Our system is designed for extremely long-range and broad coverage so utility companies can deploy these communication networks more cheaply and reach more devices more effectively.
Other interesting developments in the Smart Grid would be the availability of web portals and dashboards that present aggregated power usage data in ways that are understood even by laypersons.
Such software and services, connecting to the Internet display real-time data about the power consumption via a short-range wireless system.
Information like these was never thought of before and it can assist in regulating power consumption in homes or in industrial plants, saving tons from electricity wastage.
Eventually, with systems like this along with “time-of-day pricing,” you will know exactly how much money you’re spending down to the minute, and you’ll be able to modify your behavior to use your appliances at different times.
Or better yet, you’ll benefit from an automated system that regulates usage for you based on your usage habits and peak usage times to run certain appliances at “cheaper” times of the day.
Global Smart Grid Adoption is Going Strong
Smart grid adoption is happening across the globe. Examples are:
- Toronto, Ontario, Canada— Ontario was the first province in Canada to introduce what is referred to as “time-of-use pricing.” The system is said to have 100% smart meter deployment.
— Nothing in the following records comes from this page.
"""Expected term of plain options by the simplified method."""

from __future__ import annotations

import numpy as np

from grantval.errors import InputError
from grantval.pricing._inputs import NON_NEGATIVE, as_float_array, check, finish, prepare


def simplified_formula(average_vesting_years, contractual_years):
    """The simplified method on plain arrays (no checks): (average vesting time + contractual term) / 2, years."""
    return (average_vesting_years + contractual_years) / 2.0


def simplified_term(vesting_years, contractual_years, weights=None):
    """Expected term by the simplified method of SEC Staff Accounting Bulletin Topic 14.D.2.

    ``expected term = (weighted-average vesting time + contractual term) / 2``.

    Parameters
    ----------
    vesting_years : array_like
        Vesting time of each tranche in years from the grant date.  The last
        axis holds the tranches of one award; a scalar or 1-D input with no
        ``weights`` is one tranche per award (cliff vesting).
    contractual_years : array_like
        Contractual term in years, broadcast against the awards.
    weights : array_like, optional
        Share of the award in each tranche, on the same last axis as
        ``vesting_years`` (need not sum to 1; they are normalised).  When
        given, the last axis of ``vesting_years`` is the tranche axis.

    Returns
    -------
    float or ndarray
        Expected term in years.

    Examples
    --------
    Four annual tranches of 25 % and a ten-year term give 6.25 years:

    >>> simplified_term([1, 2, 3, 4], 10, weights=[1, 1, 1, 1])
    6.25
    """
    vest = as_float_array("vesting_years", vesting_years)
    check("vesting_years", vest, NON_NEGATIVE)
    if weights is None:
        avg = vest
    else:
        w = as_float_array("weights", weights)
        check("weights", w, NON_NEGATIVE)
        try:
            vest_b, w_b = np.broadcast_arrays(vest, w)
        except ValueError:
            raise InputError("weights must have the shape of vesting_years (tranches on the last axis)") from None
        if vest_b.ndim == 0:
            vest_b, w_b = vest_b[None], w_b[None]
        total = w_b.sum(axis=-1)
        if np.any(total <= 0):
            raise InputError("weights of an award must not all be zero")
        avg = (vest_b * w_b).sum(axis=-1) / total
    (avg, contract), scalar = prepare(
        vesting_years=(avg, ()), contractual_years=(contractual_years, (NON_NEGATIVE,))
    )
    if np.any(avg > contract):
        raise InputError("vesting_years must not exceed contractual_years")
    scalar = scalar or (weights is not None and np.ndim(vesting_years) == 1 and np.ndim(contractual_years) == 0)
    return finish(simplified_formula(avg, contract), scalar)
- Texas, U.S.— The electricity market in the state of Texas has been deregulated, and the state has close to a 100% saturation of smart meters along with an automated system to give customers their energy usage data through smart grid technology and web portals.
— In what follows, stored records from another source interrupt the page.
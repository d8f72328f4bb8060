"""Disclosure tables (ASC 718-10-50-2): award activity roll-forwards and grant-year figures.

All figures are computed from the checked ledger's tranches and allocated
events, vectorised over tranches.  Options still outstanding at the end of
their expiration date expire by themselves on that date.
"""

from __future__ import annotations

from dataclasses import dataclass

import numpy as np
import pandas as pd

from grantval.dates import DAY, DAYS_PER_YEAR
from grantval.attribution.engine import measure
from grantval.attribution.inputs import ExpenseInputs
from grantval.measurement.fairvalue import FairValues
from grantval.ledger.model import Ledger
from grantval.policy import Policy
from grantval.awards.registry import in_group


@dataclass
class Disclosure:
    """Disclosure tables for one window."""

    options: pd.DataFrame      # option activity: line, number, wa exercise price, wa remaining term, intrinsic value
    rsus: pd.DataFrame         # RSU activity: line, number, wa grant-date fair value
    grants: pd.DataFrame       # figures for awards granted in the window: item, value
    option_tie: tuple[int, int]  # (start + granted - exercised - forfeited - expired, end)
    rsu_tie: tuple[int, int]
    start: np.datetime64
    through: np.datetime64
    share_price: float | None
    #: performance-unit activity at target, with the change from performance adjustments (empty when none)
    performance_units: pd.DataFrame | None = None
    psu_tie: tuple[int, int] = (0, 0)


def _vest_in_force(ledger: Ledger) -> np.ndarray:
    """Per tranche: the vest date after the ledger's modifications (the schedule's when it has none)."""
    mods = ledger.tables.get("modifications")
    if mods is None or not len(mods):
        return ledger.tranches["vest_date"].to_numpy("datetime64[D]")
    from grantval.ledger.ext.modifications import vest_in_force

    return np.asarray(vest_in_force(ledger.tranches, ledger.grants, mods), dtype="datetime64[D]")


class _Tranches:
    """Per-tranche arrays with event quantities by kind up to a date.

    Facts of the grant (grant date, expiration date, exercise price) are kept per grant and
    gathered per tranche where a figure needs them (a million grants have 13.7 million
    tranches: each per-tranche copy would take 110 MB).
    """

    def __init__(self, ledger: Ledger, fv: FairValues):
        g, tr, ch = ledger.grants, ledger.tranches, ledger.changes
        gi = tr["grant_idx"].to_numpy()
        self.gi = gi
        self.option = in_group(g["award_type"].to_numpy(), "options")[gi]
        self.performance = in_group(g["award_type"].to_numpy(), "performance_units")[gi]
        self.units = in_group(g["award_type"].to_numpy(), "units")[gi]  # RSUs (not purchase plans or cash)
        self.qty = tr["quantity"].to_numpy(np.int64)
        self.vest = _vest_in_force(ledger)  # accelerations and new schedules (they only move unvested tranches)
        self.grant_date_g = g["grant_date"].to_numpy("datetime64[D]")
        self.expiry_g = g["expiration_date"].to_numpy("datetime64[D]")
        self.strike_g = g["exercise_price"].to_numpy(float)
        self.fv = np.asarray(fv.tranche_value, dtype=float)
        self.c_t = ch["tranche_idx"].to_numpy(np.int64)
        self.c_date = ch["date"].to_numpy("datetime64[D]")
        self.c_kind = ch["kind"].to_numpy(dtype=object)
        self.c_qty = ch["quantity"].to_numpy(np.int64)
        self.c_event = ch["event_idx"].to_numpy(np.int64)
        n = len(self.qty)
        # implicit expiry: what is left of an option after all its events lapses at expiration
        self.lapse_qty = self.qty - np.bincount(self.c_t, weights=self.c_qty, minlength=n).astype(np.int64)
        self.lapse_qty[~self.option] = 0

    def granted_by(self, d) -> np.ndarray:
        """Per tranche: whether its grant date is on or before ``d``."""
        return (self.grant_date_g <= d)[self.gi]

    def _within(self, dates_g: np.ndarray, lo, hi) -> np.ndarray:
        """Per tranche: whether its grant's date among ``dates_g`` (one per grant) is in [lo, hi]."""
        return ((dates_g >= lo) & (dates_g <= hi))[self.gi]

    def granted_in(self, lo, hi) -> np.ndarray:
        """Per tranche: whether its grant date is in [lo, hi]."""
        return self._within(self.grant_date_g, lo, hi)

    def strike(self, rows) -> np.ndarray:
        """Exercise price of the tranches ``rows`` (a mask or positions)."""
        return self.strike_g[self.gi[rows]]

    def expiry(self, rows) -> np.ndarray:
        """Expiration date of the tranches ``rows`` (a mask or positions)."""
        return self.expiry_g[self.gi[rows]]

    def moved(self, kinds: tuple[str, ...], lo, hi) -> np.ndarray:
        """Quantity per tranche removed by events of ``kinds`` dated in [lo, hi]."""
        m = np.isin(self.c_kind, kinds) & (self.c_date >= lo) & (self.c_date <= hi)
        out = np.bincount(self.c_t[m], weights=self.c_qty[m], minlength=len(self.qty))
        if "expire" in kinds:
            lapse = self.option & self._within(self.expiry_g, lo, hi)
            out[lapse] += self.lapse_qty[lapse]
        return out.astype(np.int64)

    def removed_before_vest(self) -> np.ndarray:
        """Quantity per tranche forfeited or cancelled before it vested."""
        m = np.isin(self.c_kind, ("forfeit", "cancel")) & (self.c_date < self.vest[self.c_t])
        return np.bincount(self.c_t[m], weights=self.c_qty[m], minlength=len(self.qty)).astype(np.int64)

    def nonvested(self, d) -> np.ndarray:
        """Quantity per tranche granted, not yet vested and not forfeited or cancelled at the end of ``d``."""
        removed = self.moved(("forfeit", "cancel"), np.datetime64("1900-01-01"), d)
        return np.where(self.granted_by(d) & (self.vest > d), self.qty - removed, 0)

    def outstanding(self, d) -> np.ndarray:
        """Quantity per tranche outstanding at the end of ``d``."""
        early = np.datetime64("1900-01-01")
        removed = self.moved(("forfeit", "cancel", "exercise", "expire"), early, d)
        return np.where(self.granted_by(d), self.qty - removed, 0)


def _wavg(values, weights) -> float:
    w = np.asarray(weights, dtype=float)
    total = w.sum()
    return float(np.sum(np.asarray(values, float) * w) / total) if total > 0 else float("nan")


def _option_activity(T: _Tranches, m, start, through, share_price):
    """Option roll-forward lines, the end-balance tie, and the per-tranche flows the other tables reuse.

    Each line's figures are taken as soon as its quantities are made, so that no more than a
    few per-tranche arrays are held at once (a million grants: 13.7 million tranches each).
    """
    before = start - DAY
    opt = T.option
    strike, expiry = T.strike(opt), T.expiry(opt)
    nan = float("nan")
    lines, numbers = [], {}

    def line(name, q, at=None, intrinsic=False):
        qo = q[opt]
        years = nan if at is None else _wavg(np.maximum((expiry - at).astype(np.int64), 0) / DAYS_PER_YEAR, qo)
        value = nan if not intrinsic or share_price is None else float(np.sum(qo * np.maximum(share_price - strike, 0.0)))
        numbers[name] = total = np.sum(qo)
        lines.append((name, float(total), _wavg(strike, qo), years, value))

    line("Outstanding at start", T.outstanding(before), before)
    granted = np.where(T.granted_in(start, through), T.qty, 0)
    line("Granted", granted)
    line("Exercised", T.moved(("exercise",), start, through))
    forfeited = T.moved(("forfeit", "cancel"), start, through)
    line("Forfeited or cancelled", forfeited)
    line("Expired", T.moved(("expire",), start, through))
    out1 = T.outstanding(through)
    line("Outstanding at end", out1, through, True)
    line("Exercisable at end", np.where(T.vest <= through, out1, 0), through, True)
    ratio = np.where(m.outstanding > 0, m.n_expensed / np.where(m.outstanding > 0, m.outstanding, 1), 0.0)
    line("Vested and expected to vest at end", np.where(T.vest <= through, out1, out1 * np.minimum(ratio, 1.0)),
         through, True)
    frame = pd.DataFrame(lines, columns=["line", "number", "weighted_average_exercise_price",
                                         "weighted_average_remaining_term_years", "aggregate_intrinsic_value"])
    n = numbers
    tie = (int(n["Outstanding at start"] + n["Granted"] - n["Exercised"] - n["Forfeited or cancelled"] - n["Expired"]),
           int(n["Outstanding at end"]))
    return frame, tie, granted, forfeited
- Scandinavia— At 100% penetration, citizens of Sweden and Finland are seeing the benefits of the smart grid, including in-home smart technologies.
While the United States may be spending the most money on smart grid tech innovation and deployment, other countries making significant headway with implementation include Australia, New Zealand and parts of Europe, including Germany, Spain, the United Kingdom and France.
In Asia, while Japan and South Korea are already heavily invested in the smart grid, China is poised to become a major investor. Asia and Latin America are seen as emerging smart grid markets as they roll out smart meter programs in India and Brazil.
Electric cables in Japan
In future, for Smart Grid technology to further grow exponentially, the following implementations need to be considered:
- Data connection between demand (when you turn a light on) and generation (energy being created in a power plant). If you can get more granular data about usage, you can better forecast energy needs and usage, which then can be applied to create more efficient energy generation.
- Electricity storage. When there’s low energy demand, excess energy should be able to be stored and then accessed or discharged during peak usage periods. For an example of storage on a small scale, consider an electric vehicle — when turned off and plugged in, it’s storing energy to be used during the day when the car is running.
- Automated energy efficiency for consumers. Businesses do not usually have the time or inclination to proactively make their offices, factories and other environments more energy-efficient. In order to reduce energy usage and shift grid load, we need more services that automatically make smarter energy choices.
- The private market needs to step up to the plate. Instead of relying on government-sponsored programs, the private sector needs to develop products and/or services that can be easily packaged and delivered to consumers. For example, a telecom company could add an energy efficiency program to its offerings, adding a commercial layer to the smart grid so it becomes more accessible to consumers.
Regardless of where the innovations are coming from, smart grid infrastructure serves utilities and consumers by leveraging information technology to bring advanced communications to a previously “dumb” network.
By putting a greater emphasis on information retrieval, aggregation, reporting and analysis, the potential to save on energy and modify energy consumption behavior can benefit everyone.